Con dos shows impecables, el rocker presentó su último disco junto a una correcta banda. Impactaron tanto las nuevas canciones como el repaso de clásicos y algunas joyas ocultas de su repertorio.

 Por Esteban Pintos

“¡Miren, chabones!” soltó el artista cuando ardía el estadio Luna Park después de una anfetamínica versión de “Los Dinosaurios”, a toda marcha y en definitiva clave tiempos violentos (Argentina, 2002). Cerraba una de las mejores noches de Charly García que se hayan visto en años, a partir de un espectáculo de sonido y visión propios de sus grandes momentos, con un público rendido a sus pies y una –por fin– ajustada banda como sostén. La magnitud de lo visto y oído puede relacionarse, sin temor, con el tipo de show visto en el mismo escenario, pero a comienzos de los ochenta con Clics modernos y Piano Bar, nada menos. El tiempo pasa, pero el artista sigue aquí. Y ahora, más que nunca. La contundente demostración de calidad musical brindada por Charly García este fin de semana termina de confirmar un nuevo momento de gracia en sus tres décadas de historia grande en el rock argentino.

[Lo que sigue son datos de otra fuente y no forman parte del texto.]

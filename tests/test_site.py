"""Site-file validation: each mistake gives one line naming the file and key, exit code 2."""

from __future__ import annotations

import datetime as dt
import subprocess
import sys

import pytest
from logger_files import DEFAULT_COLUMNS, logger_toml, run_ingest, write_case

from perfcheck import db
from perfcheck.errors import SiteFileError
from perfcheck.report import report_settings
from perfcheck.site import load_site

GOOD = "ts,P,G\n2024-06-01 10:00,1,100\n"

# Prints the stages and libraries of those named a command really loaded (lazily bound ones do
# not count).
LOADED_STAGES = (
    "import sys\nfrom perfcheck.cli import main\ntry:\n"
    "    main(sys.argv[1:], prog_name='perfcheck')\nexcept SystemExit as exc:\n"
    "    print('exit', exc.code)\n"
    "print(sorted(m for m in ('perfcheck.detect', 'perfcheck.guarantees', 'perfcheck.meter', "
    "'perfcheck.metrics', 'perfcheck.report', 'perfcheck.units', 'perfcheck.model', "
    "'scipy.stats', 'pvlib', 'statsmodels', 'matplotlib', 'pandas') if m in sys.modules "
    "and type(sys.modules[m]).__name__ != '_LazyModule'))")


def _edit(site, old, new):
    text = site.read_text()
    assert old in text, old
    site.write_text(text.replace(old, new, 1))


@pytest.mark.parametrize(
    "old, new, message",
    [
        ("latitude_deg = 48.0\n", "", "site.latitude_deg: missing key (expected a number)"),
        ("latitude_deg = 48.0", 'latitude_deg = "48.0"',
         "site.latitude_deg: expected a number, got str '48.0'"),
        ("latitude_deg = 48.0", "latitude_deg = 48.0\nlatitude = 48.0",
         "site.latitude: unknown key (known keys here: albedo, altitude_m, commissioned, "
         "export_limit_kw, horizon, inbox, latitude_deg, longitude_deg, "
         "module_age_years_at_first_data, name, timezone)"),
        ("latitude_deg = 48.0", "latitude_deg = 98.0",
         "site.latitude_deg: 98.0 is outside the range -90 to 90"),
        ("Europe/Berlin", "Europe/Berlyn",
         "site.timezone: unknown IANA time zone 'Europe/Berlyn' (e.g. 'Europe/Berlin')"),
        ("commissioned = 2023-05-01", 'commissioned = "May 2023"',
         "site.commissioned: expected a date like 2024-03-01, got str 'May 2023'"),
        ("commissioned = 2023-05-01", "commissioned = 2023-05-01\n"
         "module_age_years_at_first_data = 3",
         "site.module_age_years_at_first_data: give either commissioned or "
         "module_age_years_at_first_data, not both"),
        ("commissioned = 2023-05-01", "module_age_years_at_first_data = -1",
         "site.module_age_years_at_first_data: -1.0 is outside the range 0 to 60"),
        ("strings = 2", "strings = 2.5",
         "inverters[0].arrays[0].strings: expected an integer, got float 2.5"),
        ("strings = 2", 'strings = 2\ntechnology = "perovskite"',
         "inverters[0].arrays[0].technology: 'perovskite' is not one of 'mono_si', 'multi_si', "
         "'cdte', 'cigs', 'a_si'"),
        ("strings = 2", "strings = 2\nlow_light_loss_pct = -3",
         "inverters[0].arrays[0].low_light_loss_pct: -3.0 is outside the range 0 to 50"),
        ('unit = "kW"', 'unit = "kV"',
         "loggers[0].columns[0].unit: unit 'kV' not recognised for ac_power (use one of W, kW, "
         "MW)"),
        ('quantity = "poa"', 'quantity = "irradiance"',
         "loggers[0].columns[1].quantity: 'irradiance' is not one of 'ac_power', 'dc_power', "
         "'energy_register', 'energy_interval', 'poa', 'poa_rear', 'ghi', 'dhi', 'dni', "
         "'temp_air', 'temp_module', 'wind_speed', 'rain', 'tracker_angle', 'status'"),
        ('inverter = "INV1"', 'inverter = "INV9"',
         "loggers[0].columns[0].inverter: 'INV9' is not an inverter id of this site "
         "(ids: INV1, INV2, or 'plant')"),
        ('kind = "utc"', 'kind = "UTC"',
         "loggers[0].time.kind: 'UTC' is not one of 'iso', 'utc', 'local', 'epoch'"),
        ("interval_min = 5", "interval_min = 7",
         "loggers[0].interval_min: 7 is not one of 1, 5, 10, 15, 30, 60"),
        ('format = "%Y-%m-%d %H:%M"', 'format = "%Y-%m-%d %Q"',
         "loggers[0].time.format: '%Y-%m-%d %Q' is not a usable format (Failed to parse "
         "format specifier %Y-%m-%d %Q: Unrecognized format for strftime/strptime: %Q)"),
        ("[site]", "[site", "not valid TOML: Expected ']' at the end of a table declaration "
                            "(at line 1, column 6)"),
        # fuzz findings (issue 10): NaN and inf pass a range check (every comparison is false)
        ("latitude_deg = 48.0", "latitude_deg = nan",
         "site.latitude_deg: expected a finite number, got nan"),
        ("ac_kw = 10", "ac_kw = inf", "inverters[0].ac_kw: expected a finite number, got inf"),
        ("ac_kw = 10", "ac_kw = -inf", "inverters[0].ac_kw: expected a finite number, got -inf"),
    ],
)
def test_site_file_errors(tmp_path, old, new, message):
    site, log = write_case(tmp_path, GOOD)
    _edit(site, old, new)
    result = run_ingest(site, log)
    assert result.exit_code == 2
    assert result.stderr == f"perfcheck: error: {site}: {message}\n"
    assert "Traceback" not in result.output
    dbp = tmp_path / "site.duckdb"
    if dbp.exists():  # a time format is checked by DuckDB, once the database is open
        con = db.connect(dbp)
        assert con.execute("SELECT count(*) FROM source_files").fetchall() == [(0,)]
        con.close()


def test_ingest_loads_the_stages_of_the_sections_written_only(tmp_path):
    """A section the site file leaves out takes its stage's defaults: ingest does not load the
    later stages for it, nor pandas (DuckDB reads and stores the file; a share of the command's
    start-up, tests/benchmark.py), yet a typo in a section written still fails the first
    command."""
    site, log = write_case(tmp_path, GOOD)
    command = [sys.executable, "-c", LOADED_STAGES, "ingest", str(site), str(log)]
    out = subprocess.run(command, capture_output=True, text=True, check=True)
    assert out.stdout.splitlines()[-1] == "[]", out.stdout
    site.write_text(site.read_text() + "\n[detect]\nalpha = 0.01\n")
    out = subprocess.run(command, capture_output=True, text=True, check=True)
    loaded = "['pandas', 'perfcheck.detect', 'perfcheck.model']"
    assert out.stdout.splitlines()[-1] == loaded, out.stdout
    _edit(site, "alpha = 0.01", "alfa = 0.01")
    result = run_ingest(site, log)
    assert result.exit_code == 2
    assert result.stderr.startswith(f"perfcheck: error: {site}: detect.alfa: unknown key")


def test_channel_mapped_twice(tmp_path):
    columns = (*DEFAULT_COLUMNS, ("P2", "ac_power", "W", "INV1"))
    site, log = write_case(tmp_path, GOOD, loggers=logger_toml(columns=columns))
    result = run_ingest(site, log)
    assert result.exit_code == 2
    assert result.stderr == (f"perfcheck: error: {site}: loggers[0].columns: 'P' and 'P2' both "
                             "map to ac_power of 'INV1'\n")


def test_site_file_not_found(tmp_path):
    result = run_ingest(tmp_path / "nope.toml", tmp_path / "x.csv")
    assert result.exit_code == 2
    assert result.stderr == f"perfcheck: error: {tmp_path / 'nope.toml'}: site file not found\n"


def test_units_and_rollover_are_read(tmp_path):
    columns = (("E", "energy_register", "MWh", "plant"),)
    site, _ = write_case(tmp_path, GOOD, loggers=logger_toml(columns=columns))
    _edit(site, 'inverter = "plant"', 'inverter = "plant"\nrollover = 100.0')
    col = load_site(site).loggers[0].columns[0]
    # 100 MWh = 1e8 Wh (SI prefix M = 1e6, BIPM SI Brochure 9th ed. 2019)
    assert (col.stored, col.device, col.rollover_wh) == ("energy_register_wh", "plant", 1e8)


def test_nan_in_a_later_section_is_refused(tmp_path):
    # underperformance_threshold_pct = nan silently turned the monthly alert off
    site, _ = write_case(tmp_path, GOOD)
    site.write_text(site.read_text() + "\n[report]\nunderperformance_threshold_pct = nan\n")
    with pytest.raises(SiteFileError) as err:
        report_settings(load_site(site))
    assert str(err.value) == (f"{site}: report.underperformance_threshold_pct: expected a "
                              "finite number, got nan")


def test_deeply_nested_array_gives_one_line(tmp_path):
    # 5,000 nested arrays exhaust Python's recursion limit inside tomllib
    site, log = write_case(tmp_path, GOOD)
    site.write_text(site.read_text() + "\n[report]\ndeep = " + "[" * 5000 + "]" * 5000 + "\n")
    result = run_ingest(site, log)
    assert result.exit_code == 2
    assert result.stderr == (f"perfcheck: error: {site}: not a usable site file: arrays or "
                             "tables nested too deep for the TOML reader\n")


def test_most_specific_logger_match_wins(tmp_path):
    # issue 10: a quarterly file that wrote kW where the others write W needs its own entry
    general = logger_toml(name="all", match="*.csv",
                          columns=(("P", "ac_power", "W", "INV1"), ("G", "poa", "W/m2", None)))
    special = logger_toml(name="q3_in_kw", match="log_2024-q3.csv")
    site, log = write_case(tmp_path, "ts,P,G\n2024-07-01 10:00,1.5,100\n",
                           filename="log_2024-q3.csv", loggers=general + special)
    loaded = load_site(site)
    assert loaded.logger_for(str(log)).name == "q3_in_kw"
    assert loaded.logger_for("log_2024-q2.csv").name == "all"
    assert run_ingest(site, log).exit_code == 0
    con = db.connect(tmp_path / "site.duckdb")
    # 1.5 kW = 1500 W (SI prefix k = 10^3, BIPM SI Brochure, 9th ed. 2019)
    assert con.execute("SELECT value FROM readings WHERE quantity = 'ac_power_w'").fetchall() \
        == [(1500.0,)]
    con.close()


def test_two_equally_specific_matches_are_an_error(tmp_path):
    loggers = logger_toml(name="first", match="log*.csv") + logger_toml(name="second",
                                                                        match="*log.csv")
    site, log = write_case(tmp_path, GOOD, loggers=loggers)
    result = run_ingest(site, log)
    assert result.exit_code == 2
    assert result.stderr == (f"perfcheck: error: {log}: [[loggers]] 'first' (match 'log*.csv') "
                             "and 'second' (match '*log.csv') match this file name equally "
                             "well; make one match more specific\n")


def test_commissioned_is_optional(tmp_path):
    # issue 10, item 6: two of two owners' site descriptions gave no commissioning date
    site, _ = write_case(tmp_path, GOOD)
    _edit(site, "commissioned = 2023-05-01\n", "")
    loaded = load_site(site)
    assert loaded.commissioned is None and loaded.age_record() == {
        "age_reference_date": None, "notes": []}
    first = dt.date(2024, 6, 1)
    aged = loaded.aged(first)
    assert aged.commissioned == first
    assert aged.age_record() == {"age_reference_date": "2024-06-01", "notes": [
        "no commissioning date in the site file: the age allowance starts at the first data "
        "(2024-06-01); if the modules are older, give site.commissioned or "
        "site.module_age_years_at_first_data"]}
    assert loaded.aged(None) is loaded


def test_module_age_at_first_data_moves_the_age_reference(tmp_path):
    # Invented truth: 2.5 years of 365.25 days = 913.125 days, rounded to 913 days before
    # 2024-06-01 is 2021-12-01 (2021-12-01 + 913 days: 30 + 366 + 365 + 152 days to June 1)
    site, _ = write_case(tmp_path, GOOD)
    _edit(site, "commissioned = 2023-05-01", "module_age_years_at_first_data = 2.5")
    aged = load_site(site).aged(dt.date(2024, 6, 1))
    assert aged.commissioned == dt.date(2021, 12, 1)
    assert aged.age_note == (
        "no commissioning date in the site file: the age allowance counts the modules as 2.5 "
        "years old at the first data (2024-06-01), i.e. ageing from 2021-12-01 "
        "(site.module_age_years_at_first_data)")
    # a stated commissioning date is kept as it is, with no note
    (tmp_path / "b").mkdir()
    plain, _ = write_case(tmp_path / "b", GOOD)
    kept = load_site(plain)
    assert kept.aged(dt.date(2024, 6, 1)) is kept and kept.age_record()["notes"] == []


def test_register_restarting_daily_is_read(tmp_path):
    columns = (("E", "energy_register", "kWh", "INV1"),)
    site, _ = write_case(tmp_path, GOOD, loggers=logger_toml(columns=columns))
    _edit(site, 'inverter = "INV1"', 'inverter = "INV1"\nresets = "daily"')
    assert load_site(site).loggers[0].columns[0].resets_daily
    _edit(site, 'resets = "daily"', 'resets = "weekly"')
    with pytest.raises(SiteFileError) as err:
        load_site(site)
    assert str(err.value) == (f"{site}: loggers[0].columns[0].resets: 'weekly' is not one of "
                              "'daily'")
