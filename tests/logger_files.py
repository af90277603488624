"""Helpers for the tests: a small site file plus a logger file written in tmp_path.

``write_case`` writes ``site.toml`` with one inverter ``INV1`` and one ``[[loggers]]`` entry
built from keyword arguments, and a logger file whose body is given as text (or bytes, to test
encodings and line ends). Tests change only what their habit needs. ``checked`` ingests such a
case into a fresh database and runs the quality stage on it.
"""

from __future__ import annotations

from pathlib import Path

from perfcheck import db, quality
from perfcheck.ingest import ingest_files
from perfcheck.site import load_site

SITE = """\
[site]
name = "Test field"
latitude_deg = 48.0
longitude_deg = 11.0
altitude_m = 500
timezone = "{timezone}"
commissioned = 2023-05-01

[[inverters]]
id = "INV1"
ac_kw = 10
[[inverters.arrays]]
dc_kwp = 12
tilt_deg = 30
azimuth_deg = 180
gamma_pct_per_c = -0.37
strings = 2

[[inverters]]
id = "INV2"
ac_kw = 10
[[inverters.arrays]]
dc_kwp = 12
tilt_deg = 30
azimuth_deg = 90
gamma_pct_per_c = -0.37
strings = 2
"""

# (name, quantity, unit, inverter or None)
DEFAULT_COLUMNS = (("P", "ac_power", "kW", "INV1"), ("G", "poa", "W/m2", None))


def _toml_value(v: object) -> str:
    if isinstance(v, bool):
        return "true" if v else "false"
    if isinstance(v, str):
        return '"' + v.replace("\\", "\\\\").replace('"', '\\"') + '"'
    if isinstance(v, (list, tuple)):
        return "[" + ", ".join(_toml_value(x) for x in v) + "]"
    return repr(v)


def logger_toml(
    *,
    name: str = "main",
    match: str = "*.csv",
    interval_min: int = 5,
    time_columns: tuple[str, ...] = ("ts",),
    time_kind: str = "utc",
    time_format: str | None = "%Y-%m-%d %H:%M",
    label: str = "start",
    columns: tuple[tuple, ...] = DEFAULT_COLUMNS,
    **keys: object,
) -> str:
    """A [[loggers]] entry; extra keyword arguments become keys of the entry (delimiter, ...)."""
    lines = ["[[loggers]]", f"name = {_toml_value(name)}", f"match = {_toml_value(match)}",
             f"interval_min = {interval_min}"]
    lines += [f"{k} = {_toml_value(v)}" for k, v in keys.items()]
    lines += ["[loggers.time]", f"columns = {_toml_value(list(time_columns))}",
              f"kind = {_toml_value(time_kind)}", f"label = {_toml_value(label)}"]
    if time_format is not None and time_kind in ("utc", "local"):
        lines.append(f"format = {_toml_value(time_format)}")
    for col, quantity, unit, inverter in columns:
        lines += ["[[loggers.columns]]", f"name = {_toml_value(col)}",
                  f"quantity = {_toml_value(quantity)}", f"unit = {_toml_value(unit)}"]
        if inverter is not None:
            lines.append(f"inverter = {_toml_value(inverter)}")
    return "\n".join(lines) + "\n"


def write_case(
    tmp_path: Path,
    body: str | bytes,
    *,
    filename: str = "log.csv",
    timezone: str = "Europe/Berlin",
    loggers: str | None = None,
    **logger_keys: object,
) -> tuple[Path, Path]:
    """Write site.toml and one logger file; returns (site path, logger file path)."""
    site = tmp_path / "site.toml"
    site.write_text(SITE.format(timezone=timezone) + "\n"
                    + (loggers if loggers is not None else logger_toml(**logger_keys)))
    log = tmp_path / filename
    log.write_bytes(body if isinstance(body, bytes) else body.encode("utf-8"))
    return site, log


def run_ingest(site: Path, *files: Path | str, db: Path | None = None):
    """``perfcheck ingest`` through click's CliRunner; returns the click Result."""
    from click.testing import CliRunner

    from perfcheck.cli import main

    args = ["ingest", str(site), *map(str, files)] + (["--db", str(db)] if db else [])
    return CliRunner().invoke(main, args)


def checked(tmp_path: Path, site_path: Path, log: Path) -> tuple:
    """The case of ``write_case`` ingested into ``tmp_path/site.duckdb`` and passed through the
    quality stage: (the ingest results, the quality stage's counts, the connection, the site)."""
    site = load_site(site_path)
    con = db.connect(tmp_path / "site.duckdb")
    results = ingest_files(con, site, [log])
    return results, quality.run(con, site), con, site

La lectura del momento-García podría ir por el siguiente eje de razonamiento, desprendido de sus recientes declaraciones y alusiones en vivo. “¿Y ahora qué van a hacer los demás?”, preguntó ácido, antes de parafrasear a Woody Allen con la teoría del fin de la civilización a partir de la edición del simple “I wanna hold your hand” de Los Beatles. Esa es una sus citas favoritas de los últimos tiempos y así se lo hizo saber a las 8000 personas que lo ovacionaban sobre el final-final de un show histórico (otro más). Si hay ego, que sea demasiado: entonces, ¿por qué no anunciar el fin de la civilización después de una performance escénica como la vista el viernes por la noche? Este parece ser el sentido de este regreso con gloria: basta de los “chabones” que hacen rock, de la proletarización del estrellato y su demagogia barrial, esto es cosa de aristócratas, gourmets de la mejor música y cocineros de las mejores canciones. Por eso ahora llegó papá para poner las cosas en orden para luego sí desordenarlas a gusto y placer (curiosidad no tan al margen: el asistente de escenario no debía lucir sólo una remera, ése es un gesto “chabón”). La estrella reclama la exclusividad del lugar que siempre ocupó desde que hizo notar como el flaco del piano en Sui Generis, el todoterreno de La Máquina de hacer pájaros y Seru Giran, y el esteta sonoro que modificó parámetros y límites de la música moderna en los ochenta con la impresionante seguidilla Yendo de la cama al living-Clics modernos-Piano bar. El del viernes por la noche en el convulsionado año argentino de devaluación, eliminación del mundial y feroz represión estatal, fue completo: concepto escenográfico, puesta, calidad de interpretación, riesgo escénico y canciones, todas las que se puedan imaginar y algunas más también.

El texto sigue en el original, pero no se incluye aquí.